Furthermore, one could even contend that the protection afforded under Islamic law is greater because the protection of usafā has been extended by analogy to “craftsmen, wage earners, and farmers who do not do battle, or those who follow the army but do not participate in the hostilities, such as merchants”.93 The rationale behind this immunity is that these people are “builders of prosperity” and “Islamic war does not have for its object the destruction or undermining of civilization and prosperity”.94 While only religious ministers’ ability to perform their function is protected under IHL, such protection is conferred to a broader category of actors of intangible cultural heritage under the ILAC. Therefore, through the immunity of usafā, Islamic law ensures the preservation of creative expression, skills and traditions. Islam being one of the oldest legal traditions in practice, it is interesting to juxtapose the long-standing protection of craftsmen under Islamic law with the fact that the protection of traditional craftsmanship only came under the scope of international law through the 2003 Convention.95

The above analysis has demonstrated that the protection of cultural heritage is built around Islamic teachings and principles which fully embrace the intangible dimension of cultural heritage. Islamic law crystallized around the notion of divinity, as opposed to international law, which emerged out of States’ interests. To this end, the absolute prohibition of wanton destruction associated with a strong accountability mechanism was crucial to ensuring the prosperity of the Islamic civilization. Similarly, the protection conferred upon those who produce, enact and perpetuate cultural heritage, as long as they do not engage in hostilities, supports this argument. Additionally, the principle of diversity enables the protection of all places of worship, including objects and persons located inside such places, thereby reasserting protection beyond the mere architectural aspect, and regardless of one's faith.

Making room for cross-cultural dialogue?

The double-edged sword of religion

Following the above analysis, one can appreciate that the selected Islamic rules and principles display a notable congruence with international humanitarian norms and can even appear more progressive with regards to safeguarding cultural heritage in armed conflicts. Indeed, the fundamental protection of intangible cultural heritage has existed since early Islam, whereas it is only now emerging as an important protected category in contemporary international law.96 This view was shared by the prominent Syrian Islamic law professor Wahbeh Al-Zuhili (d. 2015), who stated that the prohibition of the destruction of cultural heritage is one of the fundamental principles prescribed since early Islam.97 Therefore, if one takes the 2003 Convention as a breakthrough in acknowledging the “deep-seated interdependence”98 between the tangible and intangible dimensions of cultural heritage, this shift had already happened centuries ago in Islamic law.
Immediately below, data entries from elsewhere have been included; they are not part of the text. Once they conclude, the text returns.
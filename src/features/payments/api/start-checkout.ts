import { useMutation } from '@tanstack/react-query';
import type { CheckoutBody, CheckoutResponse } from '@shared/schemas/payments';
import { api } from '@/lib/api-client';

/** Opens a hosted checkout for the signed-in member's own tab; the answer is the provider's page. */
export function useStartCheckout() {
  return useMutation({
    mutationFn: (body: CheckoutBody) => api.post<CheckoutResponse>('/api/payments/checkout', body),
  });
}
Nonetheless, there remains one outstanding concern: (mis)interpretation. The preceding section has pointed to the adaptability of the Islamic legal tradition; it should not be understood as a static or monolithic construct.99 As such, Islamic jurists constantly need to re-engage with the primary sources in order to keep Islam's message alive and to be responsive to contemporary needs. The resulting multiple, and sometimes conflicting, views of Muslim jurists are an unavoidable corollary of the lack of systematic codification of Islamic law. The case studies referred to throughout this article illustrate this concern. NSAGs have justified their deliberate destruction of heritage on the basis of the alleged prohibition of “idolatry” in Islam, and have removed the content of the Islamic sources from their historical and political context in order to further their military agenda. Thus, while this article's selection of Islamic texts depicts the Islamic tradition as congruent with international norms, the same sources are also being used to violate international norms. In the words of Evans, religion is a “double-edged sword” since it can both undermine and support humanitarian law.100 Upon reflecting on the accommodation of religious teachings to promote cross-cultural dialogue, the risk of (mis)interpretation raises the reasonable question of whether, once religion is used to support certain IHL rules, it may also be used to undermine others. Religion remains a “powerful weapon that should not be left to those who advocate violence in its name”.101 To this end, dialogue is possible – and even necessary – to the extent that the harm inflicted in the name of religion can be countered by a “pragmatic partnership between people of good will working together from both religious and legal perspectives”.102

Strengthening legitimacy and compliance

The aforementioned risk of religious (mis)interpretation is inevitably diminished by codified treaties of international law with identifiable consenting States Parties. However, this clarity and legal certainty must be balanced against the lack of ratification of relevant treaties and protocols. States remain the primary actors of international law, and only States can become parties to international treaties. The very terminology of “non-State actors” or “non-State armed groups” reasserts the centrality of States. However, contemporary dynamics have blurred the contours of the international scene and prompt us to challenge this positivistic approach to international law. The only visible attempt to depart from the State-centric approach in relation to the protection of cultural heritage came through the 2003 Convention. Nonetheless, well-established institutions such as UNESCO – a focal point for the implementation of the protection of cultural heritage – are unable to engage directly with NSAGs because of entrenched restrictions within their mandate, or political limitations.103 Unfortunately, the change in narrative towards a community-centred approach has not been accompanied by effective structural changes.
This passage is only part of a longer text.